In personal identity debates, William James's notion of stream of thoughts has been widely used to defend psychological continuity as criterion for unity in life. However, the idea of a continuous consciousness does not explain the feeling of discontinuity we may experience within our stream of thoughts.For example, a repented criminal no longer feels herself as the same person who committed the crime, even though she may numerically be the same, or a person who undergoes a religious conversion finds herself completely transformed in relation to her previous life. In these cases, we do not have two streams, as James admits in personality disorders, but rather a break within the same stream. Another compelling question is whether psychological continuity is really what matters in our daily life. As James himself points out, we tend to identify ourselves with what we hold most dear, like family, our house, possessions, etc. So, the stream of consciousness seems to not reflect our sense of self. How can we explain such dynamic in terms of continuity of consciousness?
My thesis is that the idea of the stream needs to be integrated with the one of interest, which is in fact further developed by James in his later works and finds articulated expression in Varieties. According to James, our mind is directed by goals and aims (i.e. interest) which shape perceptions, thoughts, feelings, and actions (even involuntary reflexes). Interests express what matter for us in each circumstance by directing our attention and defining what is at the center of our fields of experiences. For instance, if I entered into a room looking for a pair of glasses, my perception would be guided towards small objects on the table, whereas if I were a painter the colorful walls would occupy my sight. Interests can also change over time, so that what matters for us today may become irrelevant tomorrow, sometimes making us feeling completely different persons, for we hold completely different values-- to be precise, interest changes almost constantly during the day, even though more general interests such as beliefs, desires, convictions may exhibit a certain degree of persistence. Thus, thoughts arise not only in continuity with each other but also in relation to the interest that shapes them.

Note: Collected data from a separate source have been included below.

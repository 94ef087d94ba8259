"use client";

import { useState } from "react";
import { useForm } from "react-hook-form";
import { useSWRConfig } from "swr";
import { z } from "zod";
import { RejudgePreviewNote, type RejudgePreview } from "@/components/setup/edit-preview";
import { FormField } from "@/components/ui/form-field";
import { FormMessage } from "@/components/ui/form-message";
import { placeFields, refusedWords } from "@/lib/client/field-errors";
import { formResolver } from "@/lib/client/form-resolver";
import { sendJson } from "@/lib/client/send-json";
import { calibrationCorrectionSchema, calibrationSchema, type CalibrationInput } from "@/lib/schemas/calibration";
import { PER, shown } from "@/lib/client/unit-fields";
import {
  CALIBRATION_PATHS,
  CALIBRATION_ROWS,
  CalibrationPointsField,
  calibrationBoxes,
  calibrationFromBoxes,
} from "./equipment-forms";
import { equipmentSetsKey } from "./equipment-list";
import { ClientForm } from "@/components/ui/client-form";

type CalibrationPoint = CalibrationInput["points"][number];
type Boxes = { calibratedOn: string; validUntil: string; pointsText: string; laboratory: string; reason: string };
type Corrected = CalibrationInput & { reason: string };

/** A stored point as the admin would type it, in the project's units, without rounding that matters. */
const pointsText = (points: CalibrationPoint[], us: boolean) =>
  points
    .map((p) =>
      us
        ? `${shown(p.pressureMPa, PER.psi, 1)}, ${shown(p.forceN, PER.kip, 4)}`
        : `${shown(p.pressureMPa, PER.MPa, 3)}, ${shown(p.forceN, PER.kN, 3)}`,
    )
    .join("\n");

/** The boxes read in the project's units; the certificate file stays the one on record. */
function resolver(us: boolean, certificateAttachmentId: string | null) {
  return formResolver(
    { ...calibrationBoxes(us), reason: z.string() },
    (v) => ({ ...calibrationFromBoxes(v, certificateAttachmentId), reason: v.reason ?? "" }),
    z.intersection(calibrationSchema, z.object({ reason: calibrationCorrectionSchema.shape.reason })),
    CALIBRATION_PATHS,
    CALIBRATION_ROWS,
  ) as unknown as ReturnType<typeof formResolver<never, Corrected>>;
}

/**
 * Corrects the set's calibration in force: the certificate's figures as they should have been typed
 * (readings, date, expiry, laboratory) and why. The first press asks the server what the correction
 * would do (how many stressed tendons it judges again, whose verdict changes; nothing is written),
 * the second corrects. Any edit after the check asks for a new check. A future date is refused,
 * naming the box. The old figures are kept; stored evaluations keep the calibration they used.
 */
export function CorrectCalibration(props: {
  projectId: string;
  setId: string;
  calibration: {
    id: string;
    calibratedOn: string;
    points: CalibrationPoint[];
    laboratory: string | null;
    certificateAttachmentId: string | null;
  };
  us: boolean;
}) {
  const { mutate } = useSWRConfig();
  const c = props.calibration;
  const id = `correct-${c.id}`;
  const api = `/api/projects/${props.projectId}/equipment-sets/${props.setId}/calibrations/${c.id}/correction`;
  const [message, setMessage] = useState<{ tone: "error" | "info"; text: string }>();
  const [preview, setPreview] = useState<RejudgePreview | null>(null);
  const [busy, setBusy] = useState(false);
  const form = useForm<Boxes, unknown, Corrected>({
    resolver: resolver(props.us, c.certificateAttachmentId),
    defaultValues: {
      calibratedOn: c.calibratedOn,
      validUntil: "",
      pointsText: pointsText(c.points, props.us),
      laboratory: c.laboratory ?? "",
      reason: "",
    },
  });
  const e = form.formState.errors;
  const fieldOf = (path: string) => {
    const key = path.replace(/^calibration\./, "").split(".")[0]!;
    return (key === "points" ? "pointsText" : key) as keyof Boxes;
  };

  const onSubmit = form.handleSubmit(async ({ reason, ...values }) => {
    const body = { reason, calibration: { ...values, certificateAttachmentId: c.certificateAttachmentId } };
    setBusy(true);
    const r = preview
      ? await sendJson<{ reevaluated: number; validUntil: string }>("POST", api, body)
      : await sendJson<RejudgePreview>("POST", `${api}/preview`, body);
    setBusy(false);
    if (!r.ok) {
      setPreview(null);
      const placed = placeFields(r.error.fields, (k) => (fieldOf(k) in form.getValues() ? fieldOf(k) : null));
      for (const [k, m] of Object.entries(placed.boxes)) form.setError(k as keyof Boxes, { message: m.join(" ") });
      return setMessage({ tone: "error", text: refusedWords(r.error, placed) });
    }
    if (!preview) {
      setPreview(r.data as RejudgePreview);
      return setMessage(undefined);
    }
    const done = r.data as { reevaluated: number; validUntil: string };
    setPreview(null);
    setMessage({
      tone: "info",
      text: `Corrected: the new figures are in force, valid to ${done.validUntil}; ${done.reevaluated} tendon(s) judged again.`,
    });
    void mutate(equipmentSetsKey(props.projectId));
  });

  return (
    <details className="mt-2">
      <summary className="btn-quiet w-fit cursor-pointer">Correct this calibration…</summary>
      <ClientForm
        onSubmit={onSubmit}
        onChange={() => preview && setPreview(null)}
        noValidate
        className="mt-2 space-y-3"
        aria-label={`Correct the calibration of ${c.calibratedOn}`}
      >
        <p className="text-ink-soft">
          Type the certificate&apos;s figures as they should have been. The figures typed before are kept beside the
          correction, and evaluations already stored keep the calibration they used; the tendons read with it are judged
          again on the correction.
        </p>
        <FormMessage tone={message?.tone ?? "info"}>{message?.text}</FormMessage>
        <FormMessage tone="error">{e.root?.message}</FormMessage>
        <div className="grid gap-3 md:grid-cols-3">
          {(
            [
              ["calibratedOn", "Calibrated on", "date"],
              ["validUntil", "Valid until (optional)", "date"],
              ["laboratory", "Laboratory (optional)", "text"],
            ] as const
          ).map(([name, label, type]) => (
            <FormField
              key={name}
              id={`${id}-${name}`}
              type={type}
              label={label}
              error={e[name]?.message}
              {...form.register(name)}
            />
          ))}
        </div>
        <CalibrationPointsField
          id={`${id}-points`}
          us={props.us}
          error={e.pointsText?.message}
          {...form.register("pointsText")}
        />
        <FormField
          as="textarea"
          id={`${id}-reason`}
          rows={2}
          label="Why it is corrected"
          error={e.reason?.message}
          {...form.register("reason")}
        />
        {preview && (
          <RejudgePreviewNote
            preview={preview}
            subject="This correction"
            then="Press again to correct."
            testId="correction-preview"
          />
        )}
        <button type="submit" className="btn-primary" disabled={busy}>
          {busy
            ? "Checking…"
            : preview
              ? `Correct the calibration of ${c.calibratedOn}`
              : "Check what the correction changes"}
        </button>
      </ClientForm>
    </details>
  );
}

Interests, however, are not produced by the stream and the reasons for their ingress into experience, while emotional in nature, remains mysterious: why do certain interests take over our fields of consciousness and not others? why do we suddenly u understand things which were obscure before? Or why do we find attractive the friend who never caught our attention before? Narrative views on the self have tried to integrate these interests in accounting for personal identity. Continuity in life is given by the story that one is able to tell about her experiences, a story that provides meaning to the continuous stream of our life. Yet, if we follow James, interests are constitutive of experience, rather than over imposed by a narrative. A narrative recognizes interests that are already at play-- and in fact a narrative can even tell an inadequate story about our deep motivations.
Moreover, a narrative cannot reach out those moments in life (e.g. infancy) for which we do not have memories -- Schechtman has recently added to the Constitutive Narrative View that not only our own stories but also other people's stories about our life need to be considered. However, this would leave unexplained why certain experiences (e.g. a repressed or disassociated trauma) can provoke serious effects on one's life eve though the subject does not remember it and nobody else knows about it. In a word, the narrative view does not explain embodied memory.
On the one hand psychological continuity comes back here as fundamental to extend psychological continuity to those transmarginal moments in life that do not fit into any narrative; and yet, on the other, psychological continuity needs to be completed by interests that determine the quality of the passage from one state to the other. Thus, with James, we can set up a pragmatic understanding of the self which gives Justice to both the literal instance of persistence over time and our sense of discontinuous identity.